You can disable this status message by setting the reviews.review_status to false in the CodeRabbit configuration file.

Use the checkbox below for a quick retry:

🔍 Trigger review

✨ Finishing Touches

🧪 Generate unit tests (beta)

Create PR with unit tests
Post copyable unit tests in a comment
Commit unit tests in branch dkorzekwa/any_model_mbridge_distillation

Tip

Issue Planner is now in beta. Read the docs and try it out! Share your feedback on Discord.

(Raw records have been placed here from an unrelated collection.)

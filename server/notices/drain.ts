import { and, asc, eq, isNotNull, lte } from 'drizzle-orm';
import type { Logger } from 'pino';
import type { Database } from '../db/database.ts';
import { outbox } from '../db/schema/outbox.ts';
import { people } from '../db/schema/people.ts';
import { mailCatalogue } from './catalogue.ts';
import type { Mailer } from './mailer.ts';

/** After so many tries a mail is left with its last error for somebody to look at. */
const mostAttempts = 12;
/** Longer than any attempt takes, so that no second worker sends the same mail meanwhile. */
const leaseMs = 60_000;
const pauseMs = 1000;

/** 2 s, 4 s, 8 s … at most an hour between tries. */
function delayMs(attempts: number): number {
  return Math.min(2 ** attempts * 1000, 3_600_000);
}

type Drain = {
  /** Sends everything that is due; answers how many mails left. */
  readonly sendDue: () => Promise<number>;
  readonly start: () => void;
  /** Waits for the mail in hand. */
  readonly stop: () => Promise<void>;
};

/**
 * Sends what is owed. One row is claimed at a time and leased, so several servers may drain one outbox; a mail is
 * marked only after the mail server took it, so a crash between the two sends a second copy with the same Message-ID.
 */
export function createDrain(options: {
  readonly db: Database;
  readonly mailer: Mailer;
  readonly now: () => Date;
  readonly log: Logger;
}): Drain {
  const { db, mailer, now, log } = options;
  let stopping = false;
  let loop: Promise<void> | null = null;
  let wake: (() => void) | null = null;

  function claim() {
    return db.transaction(async (tx) => {
      const [row] = await tx
        .select()
        .from(outbox)
        .where(and(isNotNull(outbox.dueAt), lte(outbox.dueAt, now())))
        .orderBy(asc(outbox.dueAt))
        .limit(1)
        .for('update', { skipLocked: true });
      if (!row) return null;
      const claimed = { attempts: row.attempts + 1, dueAt: new Date(now().getTime() + leaseMs) };
      await tx.update(outbox).set(claimed).where(eq(outbox.id, row.id));
      return { ...row, ...claimed };
    });
  }

  async function sendOne(row: typeof outbox.$inferSelect): Promise<boolean> {
    try {
      const write = mailCatalogue[row.kind];
      if (!write) throw new Error(`There is no mail of the kind ${row.kind}.`);
      const [recipient] = await db.select().from(people).where(eq(people.id, row.recipientId));
      if (!recipient) throw new Error('The recipient is gone.');
      await mailer.send(write(row.payload, recipient), { id: row.id, address: recipient.email });
      // A one-time token must not stay behind once it is in the mail.
      await db
        .update(outbox)
        .set({ sentAt: now(), dueAt: null, lastError: null, payload: {} })
        .where(eq(outbox.id, row.id));
      return true;
    } catch (error) {
      const lastError = error instanceof Error ? error.message : String(error);
      log.warn({ mail: row.id, kind: row.kind, attempts: row.attempts, lastError }, 'a mail was not sent');
      const dueAt = row.attempts >= mostAttempts ? null : new Date(now().getTime() + delayMs(row.attempts));
      await db
        .update(outbox)
        .set({ dueAt, lastError: lastError.slice(0, 2000) })
        .where(eq(outbox.id, row.id));
      return false;
    }
  }

  async function sendDue(): Promise<number> {
    let sent = 0;
    for (let row = await claim(); row && !stopping; row = await claim()) if (await sendOne(row)) sent += 1;
    return sent;
  }

  async function run(): Promise<void> {
    while (!stopping) {
      await sendDue().catch((error: unknown) => log.warn({ err: error }, 'the outbox could not be read'));
      if (stopping) return;
      await new Promise<void>((resolve) => {
        const timer = setTimeout(resolve, pauseMs);
        wake = () => {
          clearTimeout(timer);
          resolve();
        };
      });
    }
  }

  return {
    sendDue,
    start: () => {
      loop ??= run();
    },
    stop: async () => {
      stopping = true;
      wake?.();
      await loop;
    },
  };
}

Thanks for using CodeRabbit! It's free for OSS, and your support helps us grow. If you like it, consider giving us a shout-out.

❤️ Share

_{Comment @coderabbitai help to get the list of available commands and usage tips.}

Signed-off-by: Daniel Korzekwa <dkorzekwa@nvidia.com>

kevalmorabia97 · 2026-02-20T12:35:56Z

modelopt/torch/puzzletron/export/mbridge/base.py

+        OmegaConf conversion tries to access per_block_parameters which may not
+        be initialized when loading from YAML. Return empty list as fallback.
+        """
+        if name == "per_block_parameters":


Should this also check if that attr is not set then only return [] else return whatever is set?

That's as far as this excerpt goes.